*** Data provided ***
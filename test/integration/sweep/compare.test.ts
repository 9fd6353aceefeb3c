/**
 * Comparing runs of two builds that differ in one capacitor: against theory
 * each agrees with its own parts; against a reference run the corner moves by
 * the capacitor ratio (handbook: f_c = 1/(2π·RF·CF)).
 */
import { afterAll, beforeAll, describe, expect, it } from 'vitest';
import { join } from 'node:path';
import type { RolloffService } from '../../../app/service/service';
import { openServiceAt } from '../../../app/service/open-service';
import { makeDesignFromTemplate } from '../../../app/circuit/templates';
import { sweepRequest, tempFolder } from './helpers';

describe('compareRuns', () => {
  const folder = tempFolder();
  let service: RolloffService;
  const runIds: number[] = [];

  beforeAll(async () => {
    service = await openServiceAt(join(folder.path, 'cmp.sqlite'), { maxStimulusVpp: 1, simulatedBench: { timeScale: 50 } });
    const design = await service.saveDesign(makeDesignFromTemplate('inverting-lowpass', { cf: 15e-9 }));
    for (const [label, cf] of [['as drawn', 15e-9], ['double CF', 30e-9]] as const) {
      const build = await service.createBuild({ designId: design.id, label, notes: '', actualValues: { CF: cf } });
      await service.startSimulatedBenchForBuild(build.id);
      const run = await service.startRun(sweepRequest(build.id, { from: 30, to: 30e3, pointsPerDecade: 8 }));
      await service.waitForRun(run.id);
      runIds.push(run.id);
    }
  }, 60_000);

  afterAll(async () => {
    await service.close();
    folder.remove();
  });

  it('against theory: each build matches the theory of its own parts within 0.05 dB (common practice, no source)', async () => {
    const comparison = await service.compareRuns(runIds, 'theory');
    expect(comparison.referenceRunId).toBe('theory');
    for (const difference of comparison.differences) {
      expect(Math.max(...difference.deltaDb.map(Math.abs))).toBeLessThan(0.05);
    }
  });

  it('against the first run: the doubled capacitor halves the corner (f_c = 1/(2π·RF·CF))', async () => {
    const comparison = await service.compareRuns(runIds, runIds[0]);
    const [reference, doubled] = comparison.figureTable;
    expect(reference.deltas.minus3dbHz).toBeCloseTo(0, 9);
    const ratio = doubled.figures.minus3dbHz[0] / reference.figures.minus3dbHz[0];
    expect(Math.abs(ratio - 0.5)).toBeLessThan(0.02);
    expect(doubled.deltas.minus3dbHz!).toBeLessThan(0);
    // Above both corners the doubled CF costs 20·log10(|1 + j f/f_a| / |1 + j f/f_b|) → 6.02 dB (single-pole, handbook).
    const diff = comparison.differences[1];
    const high = diff.stimulus.findIndex((f) => f >= 20e3);
    const f = diff.stimulus[high];
    const [fa, fb] = [15e-9, 30e-9].map((cf) => 1 / (2 * Math.PI * 10e3 * cf));
    const expectedDb = 20 * Math.log10(Math.hypot(1, f / fa) / Math.hypot(1, f / fb));
    // The ideal-op-amp formula ignores the 1 MHz GBW: at 20 kHz |A| ≈ 50 and NG/A moves each build by ~0.1–0.2 dB,
    // differently for each CF (noise gain 1 + Z_F/Z_N), so 0.1 dB is allowed here.
    expect(Math.abs(diff.deltaDb[high] - expectedDb)).toBeLessThan(0.1);
  });

  it('refuses a reference run that is not among the compared runs', async () => {
    await expect(service.compareRuns([runIds[0]], runIds[1])).rejects.toThrow(/not among the compared runs/);
  });
});
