/**
 * What a bench knows of a run it drives, kept in memory so the sweep can go on
 * reading its own run (next step, points for refinement and analysis, status)
 * while the server cannot be asked: the run and its points as they were when
 * the bench claimed it, with every write of the bench since applied.
 */
import type { PointColumns, RunEvent, RunFigures, RunStatus, Verdict } from '../../contract/contract';
import { FINISHED_STATUSES, noiseRecordAt } from '../record-checks';
import type { NewNoiseRecord, NewPoint, StoredNoiseRecords, StoredRun } from '../types';

type MirroredPoint = { [K in keyof PointColumns]: PointColumns[K][number] };
type MirroredNoiseRecord = NewNoiseRecord & { measuredAt: string };

export class RunMirror {
  private readonly points = new Map<number, MirroredPoint>();
  /** A noise run's records (its steps), kept as the points are. */
  private readonly noiseRecords = new Map<number, MirroredNoiseRecord>();

  constructor(
    private run: StoredRun,
    stored: PointColumns,
    private readonly events: RunEvent[],
    readonly claimantOwnerId: string,
    storedNoiseRecords?: StoredNoiseRecords,
  ) {
    for (let i = 0; i < (storedNoiseRecords?.step.length ?? 0); i++) {
      const record = noiseRecordAt(storedNoiseRecords!, i);
      this.noiseRecords.set(record.step, { ...record, measuredAt: storedNoiseRecords!.measuredAt[i] }); // noiseRecordAt's measuredAt, typed as given
    }
    for (let i = 0; i < stored.step.length; i++) {
      this.points.set(stored.step[i], {
        step: stored.step[i], stimulus: stored.stimulus[i], amplitudeVpp: stored.amplitudeVpp[i], gainDb: stored.gainDb[i],
        gainUncertaintyDb: stored.gainUncertaintyDb[i], phaseDeg: stored.phaseDeg[i], phaseUncertaintyDeg: stored.phaseUncertaintyDeg[i],
        outputV: stored.outputV[i], flags: stored.flags[i], measuredAt: stored.measuredAt[i],
      });
    }
  }

  /** The run as the server last told it, with the bench's later writes applied. */
  storedRun(): StoredRun {
    return structuredClone({ ...this.run, pointCount: this.points.size + this.noiseRecords.size });
  }

  /** A fresher copy from the server. */
  refresh(run: StoredRun): void {
    this.run = run;
  }

  addPoint(point: NewPoint & { measuredAt: string }): void {
    if (this.points.has(point.step)) return;
    this.points.set(point.step, {
      step: point.step, stimulus: point.stimulus, amplitudeVpp: point.amplitudeVpp, gainDb: point.gainDb, gainUncertaintyDb: point.gainUncertaintyDb,
      phaseDeg: point.phaseDeg, phaseUncertaintyDeg: point.phaseUncertaintyDeg, outputV: point.outputV, flags: point.flags,
      measuredAt: new Date(Date.parse(point.measuredAt)).toISOString(),
    });
  }

  addNoiseRecord(record: MirroredNoiseRecord): void {
    if (this.noiseRecords.has(record.step)) return;
    this.noiseRecords.set(record.step, { ...record, measuredAt: new Date(Date.parse(record.measuredAt)).toISOString() });
  }

  /** The same stamping rules as the stores (RunStore.updateRunStatus). */
  setStatus(status: RunStatus, at: string): void {
    const run = this.run;
    run.status = status;
    if (status === 'running') {
      run.startedAt ??= at;
      run.endedAt = null;
    } else if (FINISHED_STATUSES.has(status)) {
      run.endedAt = at;
    }
  }

  setResults(figures: RunFigures, verdict: Verdict | null): void {
    this.run.figures = figures;
    this.run.verdict = verdict;
  }

  addEvent(event: RunEvent): void {
    this.events.push(event);
  }

  eventList(): RunEvent[] {
    return this.events.map((event) => ({ ...event }));
  }

  nextStep(): number {
    let next = 0;
    for (const step of [...this.points.keys(), ...this.noiseRecords.keys()]) next = Math.max(next, step + 1);
    return next;
  }

  pointColumns(): PointColumns {
    const ordered = [...this.points.values()].sort((a, b) => a.step - b.step);
    const column = <K extends keyof MirroredPoint>(name: K) => ordered.map((point) => point[name]) as PointColumns[K];
    return {
      step: column('step'), stimulus: column('stimulus'), amplitudeVpp: column('amplitudeVpp'), gainDb: column('gainDb'),
      gainUncertaintyDb: column('gainUncertaintyDb'), phaseDeg: column('phaseDeg'), phaseUncertaintyDeg: column('phaseUncertaintyDeg'),
      outputV: column('outputV'), flags: column('flags'), measuredAt: column('measuredAt'),
    };
  }

  noiseRecordColumns(): StoredNoiseRecords {
    const ordered = [...this.noiseRecords.values()].sort((a, b) => a.step - b.step);
    return {
      step: ordered.map((r) => r.step), sampleRateHz: ordered.map((r) => r.sampleRateHz), segments: ordered.map((r) => r.segments),
      degreesOfFreedom: ordered.map((r) => r.degreesOfFreedom), rmsV: ordered.map((r) => r.rmsV), meanV: ordered.map((r) => r.meanV),
      flags: ordered.map((r) => r.flags), measuredAt: ordered.map((r) => r.measuredAt),
      psdV2PerHz: ordered.map((r) => (r.psdV2PerHz === undefined ? null : Float64Array.from(r.psdV2PerHz))),
    };
  }
}
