/**
 * The session over a real serial port: serialport on a socat pseudo-terminal
 * pair, against the simulated bench. See bench-scenario.ts for the sources of
 * the expected values.
 */
import { afterAll, beforeAll, describe, expect, it } from 'vitest';
import { SerialPort } from 'serialport';
import { openPtyPair, startSimulatedBench, type SimulatedBench } from '../../../app/sim';
import { connect, ScpiDisconnectedError, SerialTransport, ScpiSession } from '../../../app/scpi';
import { runBenchScenario, TEST_DESIGN_JSON } from './bench-scenario';
import { requireTool } from '../../helpers/required-tool';

describe.skipIf(!requireTool('socat'))('simulated bench over a pseudo-terminal (serialport + socat)', () => {
  let bench: SimulatedBench;
  beforeAll(async () => {
    bench = await startSimulatedBench({ design: TEST_DESIGN_JSON, pty: true, timeScale: 10, seed: 3 });
  });
  afterAll(async () => {
    await bench?.stop();
  });

  it('answers on serial:// addresses', () => {
    for (const address of Object.values(bench.addresses)) expect(address).toMatch(/^serial:\/\/\/.+\?baud=115200$/);
  });

  it('passes the scenario: *IDN?, frequency read-back, meter vs theory, scope waveforms intact', async () => {
    await runBenchScenario(bench);
  });

  it('a pulled link (PTY torn down) is ScpiDisconnectedError; reconnecting works', async () => {
    const session = await connect(bench.addresses.meter, { timeoutS: 5 });
    expect((await session.identify()).model).toBe('simulated meter');
    await session.write('SENSe:VOLTage:APERture 5');
    const inFlight = session.query('READ?', { timeoutS: 10 });
    await new Promise((resolve) => setTimeout(resolve, 50));
    await bench.setFault('meter', { kind: 'drop-link' });
    await expect(inFlight).rejects.toBeInstanceOf(ScpiDisconnectedError);
    const again = await connect(bench.addresses.meter, { timeoutS: 5 });
    expect((await again.identify()).model).toBe('simulated meter');
    await again.write('SENSe:VOLTage:APERture 0.1');
    await again.close();
  });
});

describe('openPtyPair helper', () => {
  it('replaces a stale link left by a crashed run, and refuses to overwrite a regular file', async () => {
    const { mkdtempSync, symlinkSync, writeFileSync, readlinkSync, rmSync } = await import('node:fs');
    const { join } = await import('node:path');
    const { tmpdir } = await import('node:os');
    const dir = mkdtempSync(join(tmpdir(), 'rolloff-stale-'));
    try {
      symlinkSync('/nonexistent-pty', join(dir, 'a'));
      const pair = await openPtyPair({ a: join(dir, 'a'), b: join(dir, 'b') });
      expect(readlinkSync(pair.a)).toMatch(/^\/dev\/pts\//);
      await pair.close();
      writeFileSync(join(dir, 'a'), 'precious');
      await expect(openPtyPair({ a: join(dir, 'a'), b: join(dir, 'b') })).rejects.toThrow(/not a pseudo-terminal link/);
    } finally {
      rmSync(dir, { recursive: true, force: true });
    }
  });

  it('carries bytes both ways between its two ends, then cleans up', async () => {
    const pair = await openPtyPair();
    const instrumentEnd = new SerialPort({ path: pair.a, baudRate: 9600 });
    await new Promise((resolve) => instrumentEnd.once('open', resolve));
    instrumentEnd.on('data', (chunk: Buffer) => {
      if (chunk.includes(0x0a)) instrumentEnd.write('pong\r\n');
    });
    const live = await ScpiSession.open(new SerialTransport({ path: pair.b, baudRate: 9600, dataBits: 8, parity: 'none', stopBits: 1, flow: 'none' }), { timeoutS: 2 });
    expect(await live.query('ping?')).toBe('pong');
    await live.close();
    await new Promise<void>((resolve) => instrumentEnd.close(() => resolve()));
    await pair.close();
    const { lstatSync } = await import('node:fs');
    for (const path of [pair.a, pair.b]) expect(() => lstatSync(path)).toThrow();
  });
});
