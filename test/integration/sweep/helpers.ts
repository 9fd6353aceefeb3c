/** Shared set-up for the sweep integration tests: a temp database and designs from the templates. */
import { spawn, type ChildProcess } from 'node:child_process';
import { mkdtempSync, rmSync, writeFileSync } from 'node:fs';
import { tmpdir } from 'node:os';
import { join, resolve } from 'node:path';
import { makeDesignFromTemplate } from '../../../app/circuit/templates';
import type { SweepRequest } from '../../../app/contract/contract';
import { SqliteStore } from '../../../app/store';

export function tempFolder(): { path: string; remove(): void } {
  const path = mkdtempSync(join(tmpdir(), 'rolloff-sweep-'));
  return { path, remove: () => rmSync(path, { recursive: true, force: true }) };
}

/** Inverting stage, gain −RF/RN = −100, single-pole op-amp A0 = 1e5, GBW = 1 MHz (template defaults otherwise). */
export function invertingGain100(): unknown {
  return makeDesignFromTemplate('inverting-gain', { rn: 1e3, rf: 100e3, gbw: 1e6, a0: 1e5 });
}

export function sweepRequest(buildId: number, overrides: Partial<SweepRequest> = {}): SweepRequest {
  return {
    buildId, kind: 'ac', from: 100, to: 1e6, pointsPerDecade: 5, spacing: 'log',
    amplitude: { mode: 'auto' }, measurement: 'scope', minCycles: 5, averages: 1, refine: true,
    operator: 'integration test', notes: '', ...overrides,
  };
}

/** Points stored so far for the newest run in a SQLite file (read-only; 0 before the file or the run exists). */
export function pointsOfLatestRun(dbPath: string): Promise<number> {
  return stepsOfLatestRun(dbPath, async (store, runId) => (await store.loadPoints(runId)).step.length);
}

/** What `count` finds in the newest run of a SQLite file, read-only; 0 before the file or the run exists. */
export async function stepsOfLatestRun(dbPath: string, count: (store: SqliteStore, runId: number) => Promise<number>): Promise<number> {
  try {
    const store = SqliteStore.open(dbPath, { readonly: true });
    try {
      const [run] = await store.listRuns({ limit: 1 });
      return run ? await count(store, run.id) : 0;
    } finally {
      await store.close();
    }
  } catch {
    return 0; // not created yet
  }
}

/** Everything stored of one run in a SQLite file (read-only): its row (owner included), points and events. */
export async function storedRun(dbPath: string, runId: number) {
  const store = SqliteStore.open(dbPath, { readonly: true });
  try {
    return { run: await store.getRun(runId), points: await store.loadPoints(runId), events: await store.listEvents(runId) };
  } finally {
    await store.close();
  }
}

/** SIGKILL, resolved once the process is gone. */
export function killed(child: ChildProcess): Promise<void> {
  return new Promise((done) => {
    child.on('exit', () => done());
    child.kill('SIGKILL');
  });
}

const BIN = resolve(__dirname, '../../../app/cli/bin.mjs');

/** The inverting low-pass template's design, written to `folder`/lowpass.json: the path. */
export function writeLowpassDesign(folder: string): string {
  const designPath = join(folder, 'lowpass.json');
  writeFileSync(designPath, JSON.stringify(makeDesignFromTemplate('inverting-lowpass', {})));
  return designPath;
}

export interface CliSweep {
  child: ChildProcess;
  /** The signal that ended it (null when it exited by itself). */
  exited: Promise<NodeJS.Signals | null>;
  stderr(): string;
  /** Resolves once the newest run in the database has `count` points (default 1); fails after 60 s with what the sweep printed. */
  pointsStored(count?: number): Promise<void>;
}

/**
 * `rolloff sweep` of a design on the simulated bench in a process of its own, into a SQLite file. The
 * defaults sweep 36 points from 3 Hz at time scale 0.2 (slower than real time: at least 42 s), so what a
 * test does meanwhile (processes of its own, seconds each on a loaded machine) happens while it measures.
 */
export function startCliSweep(options: { dbPath: string; designPath: string; label: string; timeScale?: number; fromHz?: number; extra?: string[] }): CliSweep {
  const { dbPath, designPath, label, timeScale = 0.2, fromHz = 3, extra = [] } = options;
  const child = spawn(process.execPath, [BIN, 'sweep', '--design', designPath, '--label', label, '--simulated', '--time-scale', String(timeScale),
    '--max-stimulus', '1', '--db', dbPath, '--from', String(fromHz), '--to', '10k', '--per-decade', '10', ...extra], { stdio: ['ignore', 'ignore', 'pipe'] });
  let stderr = '';
  child.stderr!.on('data', (chunk) => (stderr += chunk));
  const exited = new Promise<NodeJS.Signals | null>((done) => child.on('exit', (_code, signal) => done(signal)));
  return {
    child,
    exited,
    stderr: () => stderr,
    async pointsStored(count = 1) {
      const deadline = Date.now() + 60_000;
      while ((await pointsOfLatestRun(dbPath)) < count) {
        if (Date.now() > deadline) throw new Error(`the sweep "${label}" stored fewer than ${count} points in 60 s: ${stderr}`);
        await new Promise((r) => setTimeout(r, 50));
      }
    },
  };
}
*** End of Data provided ***
Problem ->
Among the records above, which lines hold the word "comparison"? Copy each one.

Expected answer ->
    const comparison = await service.compareRuns(runIds, 'theory');
    expect(comparison.referenceRunId).toBe('theory');
    for (const difference of comparison.differences) {
    const comparison = await service.compareRuns(runIds, runIds[0]);
    const [reference, doubled] = comparison.figureTable;
    const diff = comparison.differences[1];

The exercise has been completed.